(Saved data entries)
________________________________________
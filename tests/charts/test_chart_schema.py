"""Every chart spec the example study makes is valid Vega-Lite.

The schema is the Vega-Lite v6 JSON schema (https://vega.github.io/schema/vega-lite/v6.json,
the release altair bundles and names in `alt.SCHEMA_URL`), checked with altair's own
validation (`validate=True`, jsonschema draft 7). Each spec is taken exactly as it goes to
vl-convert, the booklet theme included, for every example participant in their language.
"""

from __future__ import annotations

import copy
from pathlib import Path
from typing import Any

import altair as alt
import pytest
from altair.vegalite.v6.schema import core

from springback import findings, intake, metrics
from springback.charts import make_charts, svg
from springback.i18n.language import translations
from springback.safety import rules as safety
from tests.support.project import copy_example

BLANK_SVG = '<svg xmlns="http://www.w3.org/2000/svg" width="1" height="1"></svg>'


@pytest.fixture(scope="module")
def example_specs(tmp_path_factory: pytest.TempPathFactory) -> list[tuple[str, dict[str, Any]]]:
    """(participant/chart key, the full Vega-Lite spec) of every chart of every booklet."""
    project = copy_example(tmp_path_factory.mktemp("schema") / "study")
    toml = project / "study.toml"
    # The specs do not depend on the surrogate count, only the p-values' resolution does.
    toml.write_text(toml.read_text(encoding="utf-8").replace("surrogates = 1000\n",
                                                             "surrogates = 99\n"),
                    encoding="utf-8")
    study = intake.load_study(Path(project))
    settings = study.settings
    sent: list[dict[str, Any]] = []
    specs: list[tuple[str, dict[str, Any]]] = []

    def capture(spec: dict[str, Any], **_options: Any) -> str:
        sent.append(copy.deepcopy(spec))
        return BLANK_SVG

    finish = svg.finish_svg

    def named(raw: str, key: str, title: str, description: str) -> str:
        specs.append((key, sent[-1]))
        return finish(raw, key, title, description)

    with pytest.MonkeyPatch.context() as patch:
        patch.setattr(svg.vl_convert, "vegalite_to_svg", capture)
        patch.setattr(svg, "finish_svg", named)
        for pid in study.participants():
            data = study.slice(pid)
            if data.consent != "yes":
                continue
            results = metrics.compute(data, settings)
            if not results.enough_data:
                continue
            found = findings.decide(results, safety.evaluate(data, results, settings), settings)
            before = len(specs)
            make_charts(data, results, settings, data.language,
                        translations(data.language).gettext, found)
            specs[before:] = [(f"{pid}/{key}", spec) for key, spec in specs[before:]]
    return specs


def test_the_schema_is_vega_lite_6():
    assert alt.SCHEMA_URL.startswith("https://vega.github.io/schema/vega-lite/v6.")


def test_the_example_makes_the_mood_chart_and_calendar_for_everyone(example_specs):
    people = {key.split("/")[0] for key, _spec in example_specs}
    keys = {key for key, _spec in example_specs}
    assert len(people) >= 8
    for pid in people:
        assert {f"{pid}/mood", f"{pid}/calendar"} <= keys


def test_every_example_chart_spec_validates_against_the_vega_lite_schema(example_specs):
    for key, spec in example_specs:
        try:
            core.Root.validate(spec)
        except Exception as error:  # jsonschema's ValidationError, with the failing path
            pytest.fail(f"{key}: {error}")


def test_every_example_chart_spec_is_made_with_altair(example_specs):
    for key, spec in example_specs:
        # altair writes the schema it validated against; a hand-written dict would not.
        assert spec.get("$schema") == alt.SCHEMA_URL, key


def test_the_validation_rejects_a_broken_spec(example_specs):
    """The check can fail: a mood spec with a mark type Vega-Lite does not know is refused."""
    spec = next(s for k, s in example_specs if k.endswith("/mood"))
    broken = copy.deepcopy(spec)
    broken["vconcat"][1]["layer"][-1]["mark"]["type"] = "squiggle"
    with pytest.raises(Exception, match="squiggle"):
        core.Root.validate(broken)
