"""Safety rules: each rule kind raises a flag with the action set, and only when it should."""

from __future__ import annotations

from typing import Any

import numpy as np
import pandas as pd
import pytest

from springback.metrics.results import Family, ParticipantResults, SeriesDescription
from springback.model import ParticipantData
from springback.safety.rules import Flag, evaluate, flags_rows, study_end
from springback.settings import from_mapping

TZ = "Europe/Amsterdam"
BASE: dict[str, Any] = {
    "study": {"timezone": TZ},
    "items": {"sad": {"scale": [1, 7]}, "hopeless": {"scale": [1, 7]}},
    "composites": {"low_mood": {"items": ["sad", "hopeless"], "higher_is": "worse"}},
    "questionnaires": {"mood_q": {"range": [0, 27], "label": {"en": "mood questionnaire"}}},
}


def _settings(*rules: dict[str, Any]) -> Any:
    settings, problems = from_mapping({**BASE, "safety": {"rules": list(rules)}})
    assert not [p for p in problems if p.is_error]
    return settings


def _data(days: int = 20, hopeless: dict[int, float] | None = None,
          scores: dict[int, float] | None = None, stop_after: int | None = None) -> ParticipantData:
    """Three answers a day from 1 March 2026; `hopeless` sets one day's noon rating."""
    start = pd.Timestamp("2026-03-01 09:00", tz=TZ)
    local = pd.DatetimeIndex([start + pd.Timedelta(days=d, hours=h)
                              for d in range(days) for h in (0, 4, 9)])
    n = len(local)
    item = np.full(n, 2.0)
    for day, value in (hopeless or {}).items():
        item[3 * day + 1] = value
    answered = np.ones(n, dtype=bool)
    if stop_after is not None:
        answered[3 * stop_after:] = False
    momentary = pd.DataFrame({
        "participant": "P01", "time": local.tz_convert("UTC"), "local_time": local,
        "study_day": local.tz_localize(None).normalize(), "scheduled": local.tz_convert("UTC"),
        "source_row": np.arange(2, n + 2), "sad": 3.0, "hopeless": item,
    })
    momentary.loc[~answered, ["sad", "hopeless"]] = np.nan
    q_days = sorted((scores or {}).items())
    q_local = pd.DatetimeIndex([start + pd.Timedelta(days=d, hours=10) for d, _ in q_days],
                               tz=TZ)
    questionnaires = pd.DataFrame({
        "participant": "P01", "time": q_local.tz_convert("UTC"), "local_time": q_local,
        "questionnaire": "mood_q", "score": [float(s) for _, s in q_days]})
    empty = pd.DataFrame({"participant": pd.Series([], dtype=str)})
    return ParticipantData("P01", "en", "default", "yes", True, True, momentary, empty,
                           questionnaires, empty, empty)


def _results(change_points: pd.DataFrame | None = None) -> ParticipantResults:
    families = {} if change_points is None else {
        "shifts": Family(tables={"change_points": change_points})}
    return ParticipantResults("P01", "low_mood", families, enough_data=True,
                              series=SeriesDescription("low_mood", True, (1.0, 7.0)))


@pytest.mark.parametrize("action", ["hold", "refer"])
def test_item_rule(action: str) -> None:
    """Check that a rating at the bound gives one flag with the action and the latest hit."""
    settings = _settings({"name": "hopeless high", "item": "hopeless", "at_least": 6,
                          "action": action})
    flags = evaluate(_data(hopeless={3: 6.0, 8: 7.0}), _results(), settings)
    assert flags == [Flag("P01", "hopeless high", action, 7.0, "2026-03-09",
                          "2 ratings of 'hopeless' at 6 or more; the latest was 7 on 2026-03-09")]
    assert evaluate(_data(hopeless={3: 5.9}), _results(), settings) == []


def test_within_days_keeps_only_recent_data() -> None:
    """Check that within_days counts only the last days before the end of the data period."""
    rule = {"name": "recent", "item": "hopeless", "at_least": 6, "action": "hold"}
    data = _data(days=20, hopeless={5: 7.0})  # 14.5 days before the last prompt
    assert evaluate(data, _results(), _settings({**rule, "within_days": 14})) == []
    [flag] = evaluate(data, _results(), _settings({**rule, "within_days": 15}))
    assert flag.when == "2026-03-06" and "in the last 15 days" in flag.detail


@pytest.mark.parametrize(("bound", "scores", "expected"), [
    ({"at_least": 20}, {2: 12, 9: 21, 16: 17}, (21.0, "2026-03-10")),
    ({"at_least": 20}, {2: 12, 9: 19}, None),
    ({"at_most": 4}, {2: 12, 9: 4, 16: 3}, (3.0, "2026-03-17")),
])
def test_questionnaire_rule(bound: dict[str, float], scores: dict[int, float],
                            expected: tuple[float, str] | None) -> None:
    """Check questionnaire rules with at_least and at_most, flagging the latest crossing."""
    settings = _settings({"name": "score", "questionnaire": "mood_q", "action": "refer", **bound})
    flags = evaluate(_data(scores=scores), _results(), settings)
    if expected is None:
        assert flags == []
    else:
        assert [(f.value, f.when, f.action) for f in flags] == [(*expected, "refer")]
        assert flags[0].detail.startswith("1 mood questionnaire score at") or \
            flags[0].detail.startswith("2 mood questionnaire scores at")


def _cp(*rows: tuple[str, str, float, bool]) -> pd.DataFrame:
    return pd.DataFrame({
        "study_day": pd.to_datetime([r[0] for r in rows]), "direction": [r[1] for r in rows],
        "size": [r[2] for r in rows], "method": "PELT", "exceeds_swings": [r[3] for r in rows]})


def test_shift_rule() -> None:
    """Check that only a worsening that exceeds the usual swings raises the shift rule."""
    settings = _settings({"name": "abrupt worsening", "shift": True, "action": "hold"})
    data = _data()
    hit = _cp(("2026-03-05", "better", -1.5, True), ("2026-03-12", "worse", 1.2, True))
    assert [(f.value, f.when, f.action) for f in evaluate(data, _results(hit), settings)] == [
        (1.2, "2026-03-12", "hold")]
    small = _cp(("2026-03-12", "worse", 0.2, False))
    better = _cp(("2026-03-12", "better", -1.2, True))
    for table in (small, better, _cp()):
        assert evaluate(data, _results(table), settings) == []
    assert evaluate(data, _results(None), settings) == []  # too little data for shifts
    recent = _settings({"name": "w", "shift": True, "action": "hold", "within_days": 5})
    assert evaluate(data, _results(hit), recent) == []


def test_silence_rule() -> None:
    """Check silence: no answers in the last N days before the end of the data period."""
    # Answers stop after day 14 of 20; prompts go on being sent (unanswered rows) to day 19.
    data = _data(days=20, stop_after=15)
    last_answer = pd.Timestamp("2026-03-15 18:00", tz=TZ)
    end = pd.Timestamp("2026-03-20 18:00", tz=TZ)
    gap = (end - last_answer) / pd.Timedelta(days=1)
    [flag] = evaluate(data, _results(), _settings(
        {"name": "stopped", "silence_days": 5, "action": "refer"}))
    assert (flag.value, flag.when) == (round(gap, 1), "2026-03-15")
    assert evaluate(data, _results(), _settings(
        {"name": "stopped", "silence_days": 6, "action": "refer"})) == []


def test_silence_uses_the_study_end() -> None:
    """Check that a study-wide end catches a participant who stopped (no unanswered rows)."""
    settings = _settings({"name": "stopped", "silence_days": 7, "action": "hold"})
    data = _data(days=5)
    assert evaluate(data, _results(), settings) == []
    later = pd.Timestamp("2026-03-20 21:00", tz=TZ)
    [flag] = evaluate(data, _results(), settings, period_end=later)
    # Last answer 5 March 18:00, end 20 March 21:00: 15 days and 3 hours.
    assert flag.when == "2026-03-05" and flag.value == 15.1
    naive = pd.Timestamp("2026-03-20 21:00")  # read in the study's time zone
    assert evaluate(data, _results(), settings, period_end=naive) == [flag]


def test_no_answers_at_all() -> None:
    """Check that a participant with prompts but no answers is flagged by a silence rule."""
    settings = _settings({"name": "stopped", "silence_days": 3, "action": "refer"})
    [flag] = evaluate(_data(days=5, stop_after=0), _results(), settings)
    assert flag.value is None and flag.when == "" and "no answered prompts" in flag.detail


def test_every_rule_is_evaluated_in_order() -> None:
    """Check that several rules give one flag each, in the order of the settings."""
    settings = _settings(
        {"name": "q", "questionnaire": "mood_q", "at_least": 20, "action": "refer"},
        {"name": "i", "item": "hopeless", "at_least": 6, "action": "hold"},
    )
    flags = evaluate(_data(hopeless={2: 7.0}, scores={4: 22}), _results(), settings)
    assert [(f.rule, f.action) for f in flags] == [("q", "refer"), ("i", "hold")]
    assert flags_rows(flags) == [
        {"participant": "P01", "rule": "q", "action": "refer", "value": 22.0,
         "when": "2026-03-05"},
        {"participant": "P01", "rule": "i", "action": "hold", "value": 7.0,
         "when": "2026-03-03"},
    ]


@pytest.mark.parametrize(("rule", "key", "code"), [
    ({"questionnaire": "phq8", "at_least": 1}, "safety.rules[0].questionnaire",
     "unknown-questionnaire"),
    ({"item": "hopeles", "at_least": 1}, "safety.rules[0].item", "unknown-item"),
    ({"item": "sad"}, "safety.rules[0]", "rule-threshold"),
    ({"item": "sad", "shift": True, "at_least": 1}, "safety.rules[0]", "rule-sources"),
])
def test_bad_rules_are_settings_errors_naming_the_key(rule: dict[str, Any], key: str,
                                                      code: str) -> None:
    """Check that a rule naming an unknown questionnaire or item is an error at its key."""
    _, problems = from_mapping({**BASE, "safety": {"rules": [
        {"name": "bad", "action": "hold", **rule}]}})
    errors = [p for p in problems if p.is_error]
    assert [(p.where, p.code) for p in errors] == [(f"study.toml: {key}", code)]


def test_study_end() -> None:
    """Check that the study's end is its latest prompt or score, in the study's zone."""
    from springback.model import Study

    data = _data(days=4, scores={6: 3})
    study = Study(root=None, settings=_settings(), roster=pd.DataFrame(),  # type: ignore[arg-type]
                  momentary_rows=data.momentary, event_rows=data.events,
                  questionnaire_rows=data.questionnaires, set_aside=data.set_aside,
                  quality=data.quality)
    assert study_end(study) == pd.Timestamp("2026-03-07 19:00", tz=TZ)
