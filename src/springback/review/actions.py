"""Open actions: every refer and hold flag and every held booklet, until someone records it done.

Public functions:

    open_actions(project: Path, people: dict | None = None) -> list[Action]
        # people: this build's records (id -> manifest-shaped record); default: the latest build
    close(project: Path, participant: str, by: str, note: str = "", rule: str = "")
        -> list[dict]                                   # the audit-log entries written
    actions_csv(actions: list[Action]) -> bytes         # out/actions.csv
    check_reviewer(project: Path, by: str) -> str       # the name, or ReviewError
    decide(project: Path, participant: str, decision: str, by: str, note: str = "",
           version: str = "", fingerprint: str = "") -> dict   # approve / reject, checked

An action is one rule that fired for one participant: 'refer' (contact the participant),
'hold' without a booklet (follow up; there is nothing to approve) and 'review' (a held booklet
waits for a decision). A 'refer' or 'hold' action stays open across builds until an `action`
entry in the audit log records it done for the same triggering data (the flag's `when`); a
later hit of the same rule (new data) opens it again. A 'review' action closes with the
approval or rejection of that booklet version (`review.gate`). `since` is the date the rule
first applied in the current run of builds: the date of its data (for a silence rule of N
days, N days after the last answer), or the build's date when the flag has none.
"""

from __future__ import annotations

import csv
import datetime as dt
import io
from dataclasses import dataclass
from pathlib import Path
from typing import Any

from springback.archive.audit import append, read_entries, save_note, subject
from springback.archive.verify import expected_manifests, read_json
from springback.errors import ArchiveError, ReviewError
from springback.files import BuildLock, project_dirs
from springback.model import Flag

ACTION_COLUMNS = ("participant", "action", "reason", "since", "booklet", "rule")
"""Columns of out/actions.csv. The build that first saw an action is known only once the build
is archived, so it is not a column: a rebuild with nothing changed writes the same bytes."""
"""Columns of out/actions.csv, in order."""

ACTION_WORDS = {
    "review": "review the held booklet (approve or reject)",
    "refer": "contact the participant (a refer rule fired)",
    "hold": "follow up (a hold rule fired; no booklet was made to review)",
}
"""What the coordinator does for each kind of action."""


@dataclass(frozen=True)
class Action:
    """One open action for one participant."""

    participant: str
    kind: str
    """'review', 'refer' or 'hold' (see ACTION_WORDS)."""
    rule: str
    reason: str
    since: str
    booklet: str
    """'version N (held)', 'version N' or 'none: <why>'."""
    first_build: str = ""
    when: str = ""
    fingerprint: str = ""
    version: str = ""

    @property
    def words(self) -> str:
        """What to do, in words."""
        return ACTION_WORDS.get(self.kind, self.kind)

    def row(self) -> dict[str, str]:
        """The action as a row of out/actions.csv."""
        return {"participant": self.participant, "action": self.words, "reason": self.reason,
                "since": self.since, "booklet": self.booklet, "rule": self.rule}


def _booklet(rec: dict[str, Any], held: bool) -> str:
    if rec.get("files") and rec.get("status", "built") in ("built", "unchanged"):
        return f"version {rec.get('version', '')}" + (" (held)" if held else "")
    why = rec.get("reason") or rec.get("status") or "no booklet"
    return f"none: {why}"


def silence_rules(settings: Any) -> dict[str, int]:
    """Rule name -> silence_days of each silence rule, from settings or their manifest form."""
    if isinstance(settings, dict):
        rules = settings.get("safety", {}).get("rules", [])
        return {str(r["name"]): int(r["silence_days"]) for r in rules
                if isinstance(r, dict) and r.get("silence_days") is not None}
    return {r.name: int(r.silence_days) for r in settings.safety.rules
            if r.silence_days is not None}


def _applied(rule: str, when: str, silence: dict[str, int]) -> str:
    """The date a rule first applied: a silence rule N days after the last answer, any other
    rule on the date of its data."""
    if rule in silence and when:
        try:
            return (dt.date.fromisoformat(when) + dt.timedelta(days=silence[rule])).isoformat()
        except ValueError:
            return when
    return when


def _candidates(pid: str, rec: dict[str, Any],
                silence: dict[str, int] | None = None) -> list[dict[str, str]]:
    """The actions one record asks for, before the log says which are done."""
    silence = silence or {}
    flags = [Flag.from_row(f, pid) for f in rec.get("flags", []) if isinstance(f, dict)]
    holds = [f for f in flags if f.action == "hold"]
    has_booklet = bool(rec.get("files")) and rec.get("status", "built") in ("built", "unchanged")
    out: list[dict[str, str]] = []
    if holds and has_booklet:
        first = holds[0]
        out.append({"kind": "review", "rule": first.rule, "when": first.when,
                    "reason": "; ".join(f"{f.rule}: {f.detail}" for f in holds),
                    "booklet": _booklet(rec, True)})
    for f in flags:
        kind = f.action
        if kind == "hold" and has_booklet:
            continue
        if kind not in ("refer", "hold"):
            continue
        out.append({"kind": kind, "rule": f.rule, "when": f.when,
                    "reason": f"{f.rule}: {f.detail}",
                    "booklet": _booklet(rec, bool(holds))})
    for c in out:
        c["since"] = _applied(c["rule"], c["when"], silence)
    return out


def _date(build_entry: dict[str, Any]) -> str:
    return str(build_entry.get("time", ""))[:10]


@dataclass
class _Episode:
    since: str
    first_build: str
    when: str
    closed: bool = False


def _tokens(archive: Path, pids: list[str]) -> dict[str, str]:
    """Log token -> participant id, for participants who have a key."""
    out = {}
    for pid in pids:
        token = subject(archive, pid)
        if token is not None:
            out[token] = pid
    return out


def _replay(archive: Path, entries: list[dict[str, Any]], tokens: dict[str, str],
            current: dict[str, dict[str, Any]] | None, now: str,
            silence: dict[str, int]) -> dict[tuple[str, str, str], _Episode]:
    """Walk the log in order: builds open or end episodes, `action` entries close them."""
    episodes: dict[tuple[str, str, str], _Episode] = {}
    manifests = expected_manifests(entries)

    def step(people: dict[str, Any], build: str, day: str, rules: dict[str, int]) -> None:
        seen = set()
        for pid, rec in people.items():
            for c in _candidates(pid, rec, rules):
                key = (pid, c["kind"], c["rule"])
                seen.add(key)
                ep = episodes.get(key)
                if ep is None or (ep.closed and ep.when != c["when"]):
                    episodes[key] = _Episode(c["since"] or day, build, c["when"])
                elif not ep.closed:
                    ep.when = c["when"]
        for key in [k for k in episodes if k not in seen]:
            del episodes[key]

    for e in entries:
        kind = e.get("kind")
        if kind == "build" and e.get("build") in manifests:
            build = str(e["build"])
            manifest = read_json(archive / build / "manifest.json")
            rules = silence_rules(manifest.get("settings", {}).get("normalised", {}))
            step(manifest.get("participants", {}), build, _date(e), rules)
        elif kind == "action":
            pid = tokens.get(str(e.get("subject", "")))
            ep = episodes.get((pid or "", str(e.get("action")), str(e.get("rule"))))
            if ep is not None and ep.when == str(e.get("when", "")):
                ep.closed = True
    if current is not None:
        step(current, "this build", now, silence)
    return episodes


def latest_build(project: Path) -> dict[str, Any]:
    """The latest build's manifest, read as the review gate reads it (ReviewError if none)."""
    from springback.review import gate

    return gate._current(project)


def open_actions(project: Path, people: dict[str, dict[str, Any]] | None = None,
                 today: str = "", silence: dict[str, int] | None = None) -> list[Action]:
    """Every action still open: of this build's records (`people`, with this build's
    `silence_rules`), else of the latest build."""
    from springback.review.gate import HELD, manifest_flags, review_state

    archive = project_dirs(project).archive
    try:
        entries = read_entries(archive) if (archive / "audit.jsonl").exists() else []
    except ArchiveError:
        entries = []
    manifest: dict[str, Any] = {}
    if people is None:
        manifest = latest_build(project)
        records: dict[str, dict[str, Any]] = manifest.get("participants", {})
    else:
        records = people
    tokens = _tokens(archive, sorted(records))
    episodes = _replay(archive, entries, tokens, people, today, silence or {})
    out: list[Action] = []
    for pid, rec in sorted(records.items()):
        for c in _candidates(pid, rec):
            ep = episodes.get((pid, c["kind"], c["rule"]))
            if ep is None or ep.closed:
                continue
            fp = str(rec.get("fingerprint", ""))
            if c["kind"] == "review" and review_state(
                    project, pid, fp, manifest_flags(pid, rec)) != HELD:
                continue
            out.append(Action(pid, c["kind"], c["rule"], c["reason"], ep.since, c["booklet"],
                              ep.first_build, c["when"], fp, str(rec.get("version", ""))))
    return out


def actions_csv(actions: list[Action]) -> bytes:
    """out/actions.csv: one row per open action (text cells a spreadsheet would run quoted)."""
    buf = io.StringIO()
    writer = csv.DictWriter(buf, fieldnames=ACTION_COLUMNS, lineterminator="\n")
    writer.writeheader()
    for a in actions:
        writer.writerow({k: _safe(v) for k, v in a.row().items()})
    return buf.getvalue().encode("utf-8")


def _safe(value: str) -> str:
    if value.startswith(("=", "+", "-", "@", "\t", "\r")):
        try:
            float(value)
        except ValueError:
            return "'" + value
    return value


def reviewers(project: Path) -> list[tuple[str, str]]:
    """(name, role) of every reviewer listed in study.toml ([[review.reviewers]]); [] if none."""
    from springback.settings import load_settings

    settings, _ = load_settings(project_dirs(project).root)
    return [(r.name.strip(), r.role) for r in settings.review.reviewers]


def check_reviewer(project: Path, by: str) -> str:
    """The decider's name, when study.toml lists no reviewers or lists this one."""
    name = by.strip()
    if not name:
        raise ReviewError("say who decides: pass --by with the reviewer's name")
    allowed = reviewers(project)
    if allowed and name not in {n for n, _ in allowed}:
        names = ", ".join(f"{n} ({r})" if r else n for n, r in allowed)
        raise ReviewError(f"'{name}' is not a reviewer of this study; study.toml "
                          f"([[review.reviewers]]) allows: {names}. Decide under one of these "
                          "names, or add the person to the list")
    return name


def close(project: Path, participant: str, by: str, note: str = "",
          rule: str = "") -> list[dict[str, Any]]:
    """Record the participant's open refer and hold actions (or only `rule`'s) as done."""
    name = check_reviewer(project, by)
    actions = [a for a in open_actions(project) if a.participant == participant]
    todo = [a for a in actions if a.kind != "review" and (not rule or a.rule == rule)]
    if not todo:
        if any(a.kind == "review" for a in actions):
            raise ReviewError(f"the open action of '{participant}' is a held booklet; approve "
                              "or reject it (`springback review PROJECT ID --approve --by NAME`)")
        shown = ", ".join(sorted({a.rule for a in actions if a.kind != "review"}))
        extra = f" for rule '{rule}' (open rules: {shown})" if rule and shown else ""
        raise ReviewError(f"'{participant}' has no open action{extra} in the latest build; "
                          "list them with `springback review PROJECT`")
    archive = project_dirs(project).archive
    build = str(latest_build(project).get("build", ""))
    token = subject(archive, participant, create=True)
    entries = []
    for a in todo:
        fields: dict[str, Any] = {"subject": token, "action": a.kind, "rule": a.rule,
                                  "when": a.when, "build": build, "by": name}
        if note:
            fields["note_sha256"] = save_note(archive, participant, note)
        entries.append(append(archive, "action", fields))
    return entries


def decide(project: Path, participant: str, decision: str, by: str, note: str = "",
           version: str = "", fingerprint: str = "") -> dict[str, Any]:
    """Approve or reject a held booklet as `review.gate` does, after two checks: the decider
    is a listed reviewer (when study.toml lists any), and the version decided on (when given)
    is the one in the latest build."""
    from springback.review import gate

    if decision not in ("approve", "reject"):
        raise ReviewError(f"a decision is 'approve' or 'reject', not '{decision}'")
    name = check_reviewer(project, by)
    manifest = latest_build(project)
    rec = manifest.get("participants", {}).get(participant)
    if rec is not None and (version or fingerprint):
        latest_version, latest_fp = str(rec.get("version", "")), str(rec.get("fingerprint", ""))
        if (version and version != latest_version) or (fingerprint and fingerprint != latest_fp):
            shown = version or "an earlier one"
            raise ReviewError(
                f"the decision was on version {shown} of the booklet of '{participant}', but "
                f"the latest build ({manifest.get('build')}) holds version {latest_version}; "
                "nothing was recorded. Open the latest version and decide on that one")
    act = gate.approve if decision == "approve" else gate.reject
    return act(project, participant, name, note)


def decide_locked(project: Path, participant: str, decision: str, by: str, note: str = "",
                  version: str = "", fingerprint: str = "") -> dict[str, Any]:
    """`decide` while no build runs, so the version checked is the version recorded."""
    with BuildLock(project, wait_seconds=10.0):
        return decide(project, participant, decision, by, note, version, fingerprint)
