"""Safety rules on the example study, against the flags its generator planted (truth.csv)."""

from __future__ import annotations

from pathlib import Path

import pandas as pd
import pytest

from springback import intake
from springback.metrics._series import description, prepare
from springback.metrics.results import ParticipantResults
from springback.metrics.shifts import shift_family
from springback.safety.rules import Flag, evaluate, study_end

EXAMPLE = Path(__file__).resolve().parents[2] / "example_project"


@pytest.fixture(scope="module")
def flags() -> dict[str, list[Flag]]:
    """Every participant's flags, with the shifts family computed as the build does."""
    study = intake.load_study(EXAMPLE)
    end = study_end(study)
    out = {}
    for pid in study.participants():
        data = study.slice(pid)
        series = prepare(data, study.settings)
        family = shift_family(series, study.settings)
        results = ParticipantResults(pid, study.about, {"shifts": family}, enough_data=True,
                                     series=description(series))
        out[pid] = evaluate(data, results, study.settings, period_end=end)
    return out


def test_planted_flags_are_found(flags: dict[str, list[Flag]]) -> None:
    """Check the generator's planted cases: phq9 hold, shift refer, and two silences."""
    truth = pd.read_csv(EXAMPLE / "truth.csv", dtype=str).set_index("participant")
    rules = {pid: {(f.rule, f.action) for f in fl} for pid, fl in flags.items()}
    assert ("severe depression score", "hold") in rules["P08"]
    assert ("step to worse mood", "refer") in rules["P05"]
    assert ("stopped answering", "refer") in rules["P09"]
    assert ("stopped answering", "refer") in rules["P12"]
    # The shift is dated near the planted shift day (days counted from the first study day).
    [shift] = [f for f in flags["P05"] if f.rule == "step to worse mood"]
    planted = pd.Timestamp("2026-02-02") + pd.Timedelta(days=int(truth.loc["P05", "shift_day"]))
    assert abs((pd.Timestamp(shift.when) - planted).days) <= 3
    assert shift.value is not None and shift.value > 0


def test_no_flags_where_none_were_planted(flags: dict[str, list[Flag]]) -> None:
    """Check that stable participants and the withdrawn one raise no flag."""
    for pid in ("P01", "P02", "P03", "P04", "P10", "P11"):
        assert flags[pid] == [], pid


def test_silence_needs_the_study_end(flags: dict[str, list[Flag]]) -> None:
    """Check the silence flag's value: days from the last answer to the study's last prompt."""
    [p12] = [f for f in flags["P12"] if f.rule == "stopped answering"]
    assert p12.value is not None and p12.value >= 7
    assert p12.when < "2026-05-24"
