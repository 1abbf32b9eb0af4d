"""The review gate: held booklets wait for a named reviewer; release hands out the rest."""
________________________________________
• _To do_
Please copy every line from the entries that includes the word "naive".

• _Output for this exercise_
    naive = pd.Timestamp("2026-03-20 21:00")  # read in the study's time zone
    assert evaluate(data, _results(), settings, period_end=naive) == [flag]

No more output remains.